The task -> The required result is an exact copy of the material from the line with "disposition: Vss = Vc'" through its final line, both ends included.

━━━ Data section ━━━

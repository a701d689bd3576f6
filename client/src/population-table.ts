/**
 * The population's covariates given row by row: the explicit choice between drawing them from
 * distributions and taking them from a table (or both, for different covariates), and the folded
 * "Covariate table" editor: a grid with one column per covariate (its unit in the header), rows and
 * columns added and removed, and CSV pasted or imported by the command line's rules
 * (models/population/covariate-csv.ts). A CSV with any bad cell applies nothing; its problems are
 * listed beside the lines they are on. Every cell carries its JSON path
 * (population.covariateTable.rows[i].name), so problems land beside it; an empty cell is refused
 * before sending (covariate-table-model.ts blankCellProblems). A column whose name breaks the
 * covariate-name rule (only possible from an opened file) is named under the grid and its cells
 * are read-only until it is renamed, since writing by its path would nest the value.
 *
 * What the other choice held when the user switched away from it is kept aside until it is
 * chosen again or discarded: switching never loses typed work. It is kept in the page's draft
 * of unsaved work too (draft.ts, KeptBeside), so a reload that restores the work restores it.
 */
import '../population-table.css';
import { parseCovariateCsv } from '../../models/population/covariate-csv.ts';
import { covariateNameProblem } from '../../models/scenario/covariate-name.ts';
import { fieldId, h } from './dom.ts';
import { button, selectField } from './fields.ts';
import type { FormHooks } from './model-form.ts';
import {
  cellText,
  cellValue,
  covariateSource,
  readKeptTable,
  relabel,
  renameKey,
  rowsPath,
  switchSource,
  tableColumns,
  type CovariateSource,
  type SetAside,
  type TableColumn,
  type TableRow,
  writeKeptTable,
} from './covariate-table-model.ts';
import type { KeptBeside } from './draft.ts';
import type { ScenarioStore } from './store.ts';
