/**
 * The model's parameters as a reviewer reads them: each compartment and transfer with its
 * units, and the quantities derived from them — rate constants k = CL/V, clearances CL = k·V,
 * the half-lives of the model's modes (from the eigenvalues of the rate matrix), the volume
 * at steady state where it applies, and Km/Vmax figures for saturable transfers.
 */
import type { Model } from '../../models/building/model.ts';
import type { SimulationResult } from '../../models/simulate.ts';
import { fmt, unitText, withUnit } from './format.ts';
import { adjustedPaths, subjectMark } from './subject.ts';

export type Role = 'central' | 'peripheral' | 'depot' | 'other';

export interface CompartmentRow {
  id: string;
  label: string;
  volume: string;
  role: Role;
}

export interface TransferRow {
  route: string;
  label: string;
  kinetics: string;
  /** k (1/time) for first-order transfers; for saturable ones the low-concentration rate Vmax/(Km·V). */
  rateConstant: string;
  /** CL = k·V for first-order transfers; for saturable ones the low-concentration clearance Vmax/Km. */
  clearance: string;
  note: string;
}

export interface DerivedRow {
  quantity: string;
  value: string;
  basis: string;
}

/** The volume at steady state, or why it is not stated. */
export type SteadyVolume =
  | { applies: true; value: number; sumOfVolumes: number | null; peripherals: number[] }
  | { applies: false; reason: string };

export interface ModelParameters {
  central: number | null;
  roles: Role[];
  compartments: CompartmentRow[];
  transfers: TransferRow[];
  derived: DerivedRow[];
  steadyVolume: SteadyVolume;
}

/** How the central compartment is chosen; printed in the report. */
export const centralRule =
  'Central compartment: the one with the first target window; else the one with a volume and the most elimination routes; else the first with a volume.';

/** How the volume at steady state is defined; printed in the report. */
export const steadyVolumeRule =
  'Vss = Vc · (1 + Σ kc→j / kj→c) over the peripheral compartments j (joined to the central one by first-order transfers both ways, and to nothing else): the amount in the body over the central concentration at steady state. Stated only for a mammillary model: drug leaves the body from the central compartment alone (or from a depot before absorption), and every other compartment is peripheral or a depot feeding the central one. Vss equals Vc + Σ Vj when each pair of transfers is an equal clearance (kc→j·Vc = kj→c·Vj).';

export function centralCompartment(model: Model): number | null {
  const firstWindow = model.thresholds[0];
  if (firstWindow && model.compartments[firstWindow.compartment].volume !== null) return firstWindow.compartment;
  let best: number | null = null;
  let bestRoutes = 0;
  model.compartments.forEach((c, i) => {
    if (c.volume === null) return;
    const routes = model.transfers.filter((t) => t.from === i && t.to === null).length;
    if (routes > bestRoutes) {
      best = i;
      bestRoutes = routes;
    }
  });
  if (best !== null) return best;
  const firstWithVolume = model.compartments.findIndex((c) => c.volume !== null);
  return firstWithVolume >= 0 ? firstWithVolume : null;
}

function rolesOf(model: Model, central: number | null): Role[] {
  return model.compartments.map((c, i) => {
    if (i === central) return 'central';
    if (central === null) return 'other';
    const out = model.transfers.filter((t) => t.from === i);
    const into = model.transfers.filter((t) => t.to === i);
    const firstOrder = [...out, ...into].every((t) => t.kinetics.kind === 'first-order');
    if (out.length > 0 && into.length > 0 && firstOrder && out.every((t) => t.to === central) && into.every((t) => t.from === central)) return 'peripheral';
    const feeds = out.some((t) => t.to === central) && out.every((t) => t.to === central || t.to === null);
    if (into.length === 0 && feeds && c.volume === null) return 'depot';
    return 'other';
  });
}

function firstOrderRate(model: Model, from: number, to: number | null): number {
  let k = 0;
  for (const t of model.transfers) if (t.from === from && t.to === to && t.kinetics.kind === 'first-order') k += t.kinetics.k;
  return k;
}

export function steadyVolume(model: Model, central: number | null, roles: Role[]): SteadyVolume {
  if (central === null) return { applies: false, reason: 'no compartment has a volume' };
  const vc = model.compartments[central].volume as number;
  const others = roles.map((r, i) => ({ r, i })).filter(({ r }) => r === 'other');
  if (others.length > 0) {
    const names = others.map(({ i }) => model.compartments[i].id).join(', ');
    return { applies: false, reason: `not a mammillary model: ${names} ${others.length > 1 ? 'are' : 'is'} neither a peripheral compartment of ${model.compartments[central].id} nor a depot feeding it` };
  }
  const peripherals = roles.flatMap((r, i) => (r === 'peripheral' ? [i] : []));
  let ratio = 0;
  let sum: number | null = vc;
  for (const j of peripherals) {
    ratio += firstOrderRate(model, central, j) / firstOrderRate(model, j, central);
    const vj = model.compartments[j].volume;
    sum = sum === null || vj === null ? null : sum + vj;
  }
  return { applies: true, value: vc * (1 + ratio), sumOfVolumes: sum, peripherals };
}

export function modelParameters(model: Model, result: SimulationResult): ModelParameters {
  const u = model.units;
  const conc = result.units.concentration;
  const k1 = result.units.rateConstant;
  const clUnit = `${u.volume}/${u.time}`;
  const central = centralCompartment(model);
  const roles = rolesOf(model, central);
  const name = (i: number | null) => (i === null ? 'out of the body' : model.compartments[i].id);
  // A value the subject's covariate relations changed carries a mark (the model holds the subject's value).
  const adjusted = adjustedPaths(model);
  const mark = (path: string) => (adjusted.has(path) ? ` ${subjectMark}` : '');

  const compartments: CompartmentRow[] = model.compartments.map((c, i) => ({
    id: c.id,
    label: c.label && c.label !== c.id ? c.label : '—',
    volume: c.volume === null ? 'amount only' : withUnit(c.volume, u.volume) + mark(`compartments[${i}].volume`),
    role: roles[i],
  }));

  // Model transfers are the scenario's, in order (a model is built only when every one is read).
  const transfers: TransferRow[] = model.transfers.map((t, i) => {
    const v = model.compartments[t.from].volume;
    const route = `${name(t.from)} → ${name(t.to)}`;
    const label = t.label ?? '—';
    if (t.kinetics.kind === 'first-order') {
      const { k, clearance } = t.kinetics;
      const cl = clearance ?? (v === null ? null : k * v);
      return {
        route,
        label,
        kinetics: (clearance !== null ? `first-order, CL ${withUnit(clearance, clUnit)}` : `first-order, k ${withUnit(k, k1)}`) + mark(`transfers[${i}].${clearance !== null ? 'cl' : 'k'}`),
        rateConstant: withUnit(k, k1),
        clearance: cl === null ? '—' : withUnit(cl, clUnit),
        note: clearance !== null ? 'k = CL / V' : cl === null ? 'no volume: amount-based' : 'CL = k · V',
      };
    }
    const { vmax, km } = t.kinetics;
    return {
      route,
      label,
      kinetics: `saturable, Vmax ${withUnit(vmax, `${u.amount}/${u.time}`)}${mark(`transfers[${i}].vmax`)}, Km ${withUnit(km, conc)}${mark(`transfers[${i}].km`)}`,
      rateConstant: v === null ? '—' : withUnit(vmax / (km * v), k1),
      clearance: withUnit(vmax / km, clUnit),
      note: `at C ≪ Km: k = Vmax/(Km·V), CL = Vmax/Km; at C = Km the rate is Vmax/2 = ${withUnit(vmax / 2, `${u.amount}/${u.time}`)}`,
    };
  });

  const derived: DerivedRow[] = [];
  const d = result.diagnostics.disposition;
  const basis = d.basis === 'exact' ? 'eigenvalue of the rate matrix' : 'eigenvalue of the rate matrix linearised at zero concentration';
  d.eigenvalues.forEach((e, i) => {
    const value = fmt(e.re) + (e.im ? ` ${e.im > 0 ? '+' : '−'} ${fmt(Math.abs(e.im))}i` : '');
    const hl = d.halfLives[i];
    derived.push({
      quantity: `λ${i + 1}, half-life t½ = ln 2 / |λ${i + 1}|`,
      value: `${value} ${unitText(k1)}; t½ ${hl === null ? '— (no way out)' : withUnit(hl, u.time)}`,
      basis,
    });
  });
  derived.push({
    quantity: 'Terminal half-life',
    value: d.terminalHalfLife === null ? '— (some drug never leaves the body)' : withUnit(d.terminalHalfLife, u.time),
    basis: `slowest mode${d.basis === 'exact' ? '' : '; at higher concentrations saturable routes are slower than this'}`,
  });

  if (central !== null) {
    const vc = model.compartments[central].volume as number;
    const clLinear = model.transfers
      .filter((t) => t.from === central && t.to === null && t.kinetics.kind === 'first-order')
      .reduce((s, t) => s + (t.kinetics.kind === 'first-order' ? t.kinetics.k * vc : 0), 0);
    const saturable = model.transfers.filter((t) => t.from === central && t.to === null && t.kinetics.kind === 'saturable');
    if (clLinear > 0 || saturable.length === 0) {
      derived.push({
        quantity: `First-order elimination from ${name(central)}`,
        value: `CL ${withUnit(clLinear, clUnit)}, k ${withUnit(clLinear / vc, k1)}`,
        basis: 'sum over first-order routes out of the body; k = CL / Vc',
      });
    }
    if (saturable.length > 0) {
      const low = saturable.reduce((s, t) => s + (t.kinetics.kind === 'saturable' ? t.kinetics.vmax / t.kinetics.km : 0), 0);
      derived.push({
        quantity: `Saturable elimination from ${name(central)}`,
        value: `CL at low concentration ${withUnit(low, clUnit)}`,
        basis: 'Σ Vmax/Km; falls as the concentration approaches and passes Km',
      });
    }
  }

  const sv = steadyVolume(model, central, roles);
  if (sv.applies) {
    derived.push({
      quantity: 'Volume at steady state Vss',
      value: withUnit(sv.value, u.volume),
      basis:
        sv.peripherals.length === 0
          ? 'one-compartment disposition: Vss = Vc'
          : `Vc · (1 + Σ kc→j/kj→c) over ${sv.peripherals.map((j) => model.compartments[j].id).join(', ')}${
              sv.sumOfVolumes !== null && Math.abs(sv.sumOfVolumes - sv.value) > 1e-9 * sv.value
                ? `; the sum of the entered volumes is ${withUnit(sv.sumOfVolumes, u.volume)} (transfers in and out are not equal clearances)`
                : '; equals the sum of the volumes'
            }`,
    });
  } else {
    derived.push({ quantity: 'Volume at steady state Vss', value: '— (not stated)', basis: sv.reason });
  }
  return { central, roles, compartments, transfers, derived, steadyVolume: sv };
}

━━━

Exercise answer ->
          ? 'one-compartment disposition: Vss = Vc'
          : `Vc · (1 + Σ kc→j/kj→c) over ${sv.peripherals.map((j) => model.compartments[j].id).join(', ')}${
              sv.sumOfVolumes !== null && Math.abs(sv.sumOfVolumes - sv.value) > 1e-9 * sv.value
                ? `; the sum of the entered volumes is ${withUnit(sv.sumOfVolumes, u.volume)} (transfers in and out are not equal clearances)`
                : '; equals the sum of the volumes'
            }`,
    });
  } else {
    derived.push({ quantity: 'Volume at steady state Vss', value: '— (not stated)', basis: sv.reason });
  }
  return { central, roles, compartments, transfers, derived, steadyVolume: sv };
}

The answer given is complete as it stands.